REQUIRED WORK :: Each record should be copied exactly, and none of them omitted.

DATA FOR THE TASK ::
--------

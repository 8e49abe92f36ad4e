import { PlanComparePage } from '@/features/plans/compare';

export default function PlanCompareRoute() {
  return <PlanComparePage />;
}
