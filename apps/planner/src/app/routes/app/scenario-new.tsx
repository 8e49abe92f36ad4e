import { ScenarioNewPage } from '@/features/plans/scenarios';

export default function ScenarioNewRoute() {
  return <ScenarioNewPage />;
}
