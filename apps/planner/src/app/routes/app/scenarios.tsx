import { ScenariosListPage } from '@/features/plans/scenarios';
import { useMe } from '@/lib/auth';
import { can } from '@/lib/authorization';

export default function ScenariosRoute() {
  const me = useMe();
  return <ScenariosListPage canEdit={can(me.data?.role, 'write:plans')} />;
}
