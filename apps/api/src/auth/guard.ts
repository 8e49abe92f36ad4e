import type { RequestHandler } from 'express';
import { roles as allRoles, type Role } from '@millrace/contracts';
import { AppError } from '../http/app-error';

/** Marker on every route's first handler, read by the route-matrix test. */
export type GuardMarker = { kind: 'allow'; roles: readonly Role[] } | { kind: 'open'; roles: readonly Role[] };
export type GuardedHandler = RequestHandler & { guard: GuardMarker };

/**
 * Only signed-in people with one of `roles` pass: 401 `unauthenticated` without a session,
 * 403 `forbidden` for any other role. Put it first on every route: `router.get(path, allow(...), …)`.
 */
export function allow(...roles: Role[]): GuardedHandler {
  if (roles.length === 0) throw new Error('allow() needs at least one role; use open() for public routes');
  const handler: RequestHandler = (_req, res, next) => {
    const person = res.locals.auth?.person;
    if (!person) return next(new AppError(401, 'unauthenticated', 'Sign in to continue.'));
    if (!roles.includes(person.role)) {
      return next(new AppError(403, 'forbidden', 'Your role does not allow this. Ask an admin if you need it.'));
    }
    next();
  };
  return Object.assign(handler, { guard: { kind: 'allow', roles: [...roles] } as GuardMarker });
}

/** Every role: any signed-in person. */
export const everyRole: readonly Role[] = allRoles;

/** Marks one of the few public routes (health, sign-in, token pages). */
export function open(): GuardedHandler {
  const handler: RequestHandler = (_req, _res, next) => next();
  return Object.assign(handler, { guard: { kind: 'open', roles: [] } as GuardMarker });
}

--------

TASK SOLUTION ::
repository 8e49abe92f36ad4e
import { PlanComparePage } from '@/features/plans/compare';

export default function PlanCompareRoute() {
  return <PlanComparePage />;
}
filename apps/planner/src/app/routes/app/scenario-new.tsx
repository 8e49abe92f36ad4e
import { ScenarioNewPage } from '@/features/plans/scenarios';

export default function ScenarioNewRoute() {
  return <ScenarioNewPage />;
}
filename apps/planner/src/app/routes/app/scenarios.tsx
import { ScenariosListPage } from '@/features/plans/scenarios';
import { useMe } from '@/lib/auth';
import { can } from '@/lib/authorization';

export default function ScenariosRoute() {
  const me = useMe();
  return <ScenariosListPage canEdit={can(me.data?.role, 'write:plans')} />;
}
filename apps/api/src/auth/guard.ts
repository 8e49abe92f36ad4e
import type { RequestHandler } from 'express';
import { roles as allRoles, type Role } from '@millrace/contracts';
import { AppError } from '../http/app-error';

/** Marker on every route's first handler, read by the route-matrix test. */
export type GuardMarker = { kind: 'allow'; roles: readonly Role[] } | { kind: 'open'; roles: readonly Role[] };
export type GuardedHandler = RequestHandler & { guard: GuardMarker };

/**
 * Only signed-in people with one of `roles` pass: 401 `unauthenticated` without a session,
 * 403 `forbidden` for any other role. Put it first on every route: `router.get(path, allow(...), …)`.
 */
export function allow(...roles: Role[]): GuardedHandler {
  if (roles.length === 0) throw new Error('allow() needs at least one role; use open() for public routes');
  const handler: RequestHandler = (_req, res, next) => {
    const person = res.locals.auth?.person;
    if (!person) return next(new AppError(401, 'unauthenticated', 'Sign in to continue.'));
    if (!roles.includes(person.role)) {
      return next(new AppError(403, 'forbidden', 'Your role does not allow this. Ask an admin if you need it.'));
    }
    next();
  };
  return Object.assign(handler, { guard: { kind: 'allow', roles: [...roles] } as GuardMarker });
}

/** Every role: any signed-in person. */
export const everyRole: readonly Role[] = allRoles;

/** Marks one of the few public routes (health, sign-in, token pages). */
export function open(): GuardedHandler {
  const handler: RequestHandler = (_req, _res, next) => next();
  return Object.assign(handler, { guard: { kind: 'open', roles: [] } as GuardMarker });
}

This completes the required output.